+++ DATA

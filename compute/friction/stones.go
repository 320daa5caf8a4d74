package friction

import (
	"math"
	"slices"

	"leat/compute"
	"leat/compute/section"
	"leat/compute/solve"
)

// Stones is the law of a lining of riprap, cobble or gravel, bound to one open section. With the mean flow depth da = A/T and the median stone D,
// Manning's n is, in metres,
//
//	n = 0.319 da^(1/6) / (2.25 + 5.23 log10(da/D))                   from da = 1.5 D on  (J. C. Blodgett 1986)
//	n = da^(1/6) / (sqrt(g) f(F) f(REG) f(CG))                       from 0.3 D to 1.5 D (J. C. Bathurst 1991)
//	f(F)   = (0.28 F/b)^log10(0.755/b),                f(CG) = (T/da)^(-b)
//	f(REG) = 13.434 (T/D)^0.492 b^(1.025 (T/D)^0.118), b = 1.14 (D/T)^0.453 (da/D)^0.814
//
// with F = V/sqrt(g da) (R. T. Kilgore and G. K. Cotton 2005, FHWA Hydraulic Engineering Circular 15, third edition, section 6.1, equations 6.1 to
// 6.6, with its choice between the two). Below 0.3 D no law is known, nor where Bathurst's velocity depends on itself with a power above
// 0.8 (very wide flow over stones): there is no conveyance.
//
// Where one formula gives way to the other the conveyance jumps: such depths are among Breaks. There may be two normal depths about it, or none.
type Stones struct {
	stone   float64 // D, m
	gravity float64 // m/s2
	breaks  []float64
	pieces  []Resistance // of the stretch below each break, and of that above the last
}

// Resistance is a formula for the roughness of stones.
type Resistance uint8

const (
	Unresolved Resistance = iota // flow too shallow against the stones for any
	Bathurst
	Blodgett
)

// The limits of the formulas, as da/D; above the greatest Blodgett's goes beyond its data.
const (
	leastSubmergence    = 0.3
	blodgettSubmergence = 1.5
	// GreatestSubmergence is the mean depth over the stone size up to which Blodgett's formula was fitted.
	GreatestSubmergence = 185
)

// greatestFeedback bounds the power of the velocity with which Bathurst's velocity depends on itself.
const greatestFeedback = 0.8

// NewStones returns the law of stones of a median size in m in an open section, under gravity in m/s2. It fails with compute.Faults where the size is not
// from 1e-4 to 1e2 or the section is closed.
func NewStones(size, gravity float64, s section.Section) (Law, error) {
	var faults compute.Faults
	faults = within(faults, "stone_size", "stone size", size, 1e-4, 1e2)
	faults = within(faults, "gravity", "gravity", gravity, leastGravity, greatestGravity)
	if s.Closed() {
		faults = append(faults, compute.Fault{Code: "closed_section", Detail: "Stones line open channels only; their roughness is not known in a closed section."})
	}
	if len(faults) > 0 {
		return nil, faults
	}
	law := &Stones{stone: size, gravity: gravity}
	law.part(s)
	return law, nil
}

// looks is the number of depths at which the section is looked at for a change of formula, leastLooks that of each smooth piece of it.
const looks, leastLooks = 64, 4

// part finds the depths at which the formula changes: at the breaks of the section and between them, where da is smooth.
func (l *Stones) part(s section.Section) {
	from := 0.25 * l.stone // da is no more than the depth, so that no formula holds up to here
	if from >= s.Height() {
		l.pieces = []Resistance{Unresolved}
		return
	}
	here := l.formula(s.At(from))
	reach := func(to float64) {
		for there := l.formula(s.At(to)); there != here; {
			// Halve down to neighbours: the lower one is the last depth of the formula here.
			a, b := from, to
			for {
				middle := a + (b-a)/2
				if middle <= a || middle >= b {
					break
				}
				if l.formula(s.At(middle)) == here {
					a = middle
				} else {
					b = middle
				}
			}
			l.breaks, l.pieces = append(l.breaks, a), append(l.pieces, here)
			from, here = b, l.formula(s.At(b))
		}
		from = to
	}
	breaks := s.Breaks()
	each := max(leastLooks, looks/(len(breaks)+1))
	for i := 0; i <= len(breaks); i++ {
		top := s.Height()
		if i < len(breaks) {
			top = breaks[i]
		}
		if top <= from {
			continue
		}
		if math.IsInf(top, 1) { // above the last break da rises without end
			for top = 2 * from; l.formula(s.At(top)) != Blodgett && top < immense; {
				top *= 2
			}
		}
		reach(math.Nextafter(from, top))
		bottom := from
		for j := 1; j < each; j++ {
			if to := bottom * solve.Power(top/bottom, float64(j)/float64(each)); to > from && to < top {
				reach(to)
			}
		}
		reach(top)
	}
	l.pieces = append(l.pieces, here)
}

// immense is a depth in m beyond all that occur.
const immense = 1e12

// formula returns the formula that holds at a geometry, by its own mean depth.
func (l *Stones) formula(g section.Geometry) Resistance {
	mean := g.Area / g.TopWidth
	switch {
	case mean > blodgettSubmergence*l.stone:
		return Blodgett
	case mean >= leastSubmergence*l.stone && l.bathurst(g).feedback <= greatestFeedback:
		return Bathurst
	}
	return Unresolved
}

// Formula returns the formula that holds at a depth.
func (l *Stones) Formula(depth float64) Resistance {
	i, _ := slices.BinarySearch(l.breaks, depth)
	return l.pieces[i]
}

// Submergence returns the mean depth over the stone size.
func (l *Stones) Submergence(g section.Geometry) float64 { return g.Area / (g.TopWidth * l.stone) }

// AtSlope implements Law. With Bathurst's formula the velocity is a power of what does not depend on it.
func (l *Stones) AtSlope(g section.Geometry, slope float64) Conveyance {
	if !(g.Area > 0 && g.TopWidth > 0 && slope > 0) {
		return Conveyance{}
	}
	switch l.Formula(g.Depth) {
	case Blodgett:
		return l.blodgett(g)
	case Bathurst:
		b := l.bathurst(g)
		// ln V = R^(2/3) S^(1/2)/n, with feedback*ln V in it.
		rest := 1 - b.feedback
		logV := (b.smooth + 0.5*math.Log(slope)) / rest
		rate := (b.smoothRate + b.feedbackRate*logV) / rest
		k := g.Area * solve.Exp(logV) / math.Sqrt(slope)
		return Conveyance{K: k, Rate: k * (g.TopWidth/g.Area + rate)}
	}
	return Conveyance{}
}

// AtDischarge implements Law: the velocity is known, and with it Bathurst's n.
func (l *Stones) AtDischarge(g section.Geometry, discharge float64) Conveyance {
	if !(g.Area > 0 && g.TopWidth > 0 && discharge > 0) {
		return Conveyance{}
	}
	switch l.Formula(g.Depth) {
	case Blodgett:
		return l.blodgett(g)
	case Bathurst:
		b := l.bathurst(g)
		relative := g.TopWidth / g.Area
		logV := math.Log(discharge / g.Area)
		k := g.Area * solve.Exp(b.smooth+b.feedback*logV)
		return Conveyance{K: k, Rate: k * (relative + b.smoothRate + b.feedbackRate*logV - b.feedback*relative)}
	}
	return Conveyance{}
}

// blodgett returns A R^(2/3)/n with Blodgett's n.
func (l *Stones) blodgett(g section.Geometry) Conveyance {
	mean := g.Area / g.TopWidth
	denominator := 2.25 + 5.23/math.Ln10*math.Log(mean/l.stone)
	n := 0.319 * math.Cbrt(math.Sqrt(mean)) / denominator
	k := manning(g, 1/n)
	meanRate := g.TopWidth/g.Area - g.TopWidthRate/g.TopWidth // dda/ddepth over da
	k.Rate += k.K * meanRate * (5.23/math.Ln10/denominator - 1.0/6)
	return k
}

// smoothness is the logarithm of what Manning's law gives on a slope of 1, R^(2/3)/n, by Bathurst's formula: smooth + feedback ln V, with the derivatives
// of both with depth.
type smoothness struct{ smooth, smoothRate, feedback, feedbackRate float64 }

// bathurst resolves Bathurst's formula at a geometry.
func (l *Stones) bathurst(g section.Geometry) smoothness {
	// Logarithms and their derivatives with depth.
	radius, radiusRate := math.Log(g.Area/g.Perimeter), g.TopWidth/g.Area-g.PerimeterRate/g.Perimeter
	mean, meanRate := math.Log(g.Area/g.TopWidth), g.TopWidth/g.Area-g.TopWidthRate/g.TopWidth
	size := math.Log(l.stone)
	broad, broadRate := math.Log(g.TopWidth)-size, g.TopWidthRate/g.TopWidth // T/D
	b, bRate := math.Log(1.14)-0.453*broad+0.814*(mean-size), -0.453*broadRate+0.814*meanRate

	feedback, feedbackRate := (math.Log(0.755)-b)/math.Ln10, -bRate/math.Ln10
	// ln of 0.28/(b sqrt(g da)), by which V makes Froude's number over b.
	perVelocity := math.Log(0.28) - b - 0.5*(math.Log(l.gravity)+mean)
	perVelocityRate := -bRate - 0.5*meanRate
	exponent := 1.025 * solve.Exp(0.118*broad)
	element := math.Log(13.434) + 0.492*broad + exponent*b
	elementRate := 0.492*broadRate + exponent*(bRate+0.118*broadRate*b)
	concentration := solve.Exp(b)
	narrow, narrowRate := broad+size-mean, broadRate-meanRate // T/da
	return smoothness{
		smooth: 2.0/3*radius - mean/6 + 0.5*math.Log(l.gravity) + feedback*perVelocity + element - concentration*narrow,
		smoothRate: 2.0/3*radiusRate - meanRate/6 + feedback*perVelocityRate + feedbackRate*perVelocity + elementRate -
			concentration*(bRate*narrow+narrowRate),
		feedback: feedback, feedbackRate: feedbackRate,
	}
}

// Coefficients implements Law: the section is one, so both are 1.
func (l *Stones) Coefficients(section.Geometry) Coefficients { return one }

// Breaks implements Law: the depths at which the formula changes.
func (l *Stones) Breaks() []float64 { return l.breaks }

// Form implements Law.
func (l *Stones) Form() Form { return General }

++++++

— EXERCISE GOAL —
Set down only the lines above that fall between the line holding "each := max(leastLooks, looks/(len(breaks)+1))" and the line holding "the stone size.", inclusive, keeping each exact.

— RESULT —
	each := max(leastLooks, looks/(len(breaks)+1))
	for i := 0; i <= len(breaks); i++ {
		top := s.Height()
		if i < len(breaks) {
			top = breaks[i]
		}
		if top <= from {
			continue
		}
		if math.IsInf(top, 1) { // above the last break da rises without end
			for top = 2 * from; l.formula(s.At(top)) != Blodgett && top < immense; {
				top *= 2
			}
		}
		reach(math.Nextafter(from, top))
		bottom := from
		for j := 1; j < each; j++ {
			if to := bottom * solve.Power(top/bottom, float64(j)/float64(each)); to > from && to < top {
				reach(to)
			}
		}
		reach(top)
	}
	l.pieces = append(l.pieces, here)
}

// immense is a depth in m beyond all that occur.
const immense = 1e12

// formula returns the formula that holds at a geometry, by its own mean depth.
func (l *Stones) formula(g section.Geometry) Resistance {
	mean := g.Area / g.TopWidth
	switch {
	case mean > blodgettSubmergence*l.stone:
		return Blodgett
	case mean >= leastSubmergence*l.stone && l.bathurst(g).feedback <= greatestFeedback:
		return Bathurst
	}
	return Unresolved
}

// Formula returns the formula that holds at a depth.
func (l *Stones) Formula(depth float64) Resistance {
	i, _ := slices.BinarySearch(l.breaks, depth)
	return l.pieces[i]
}

// Submergence returns the mean depth over the stone size.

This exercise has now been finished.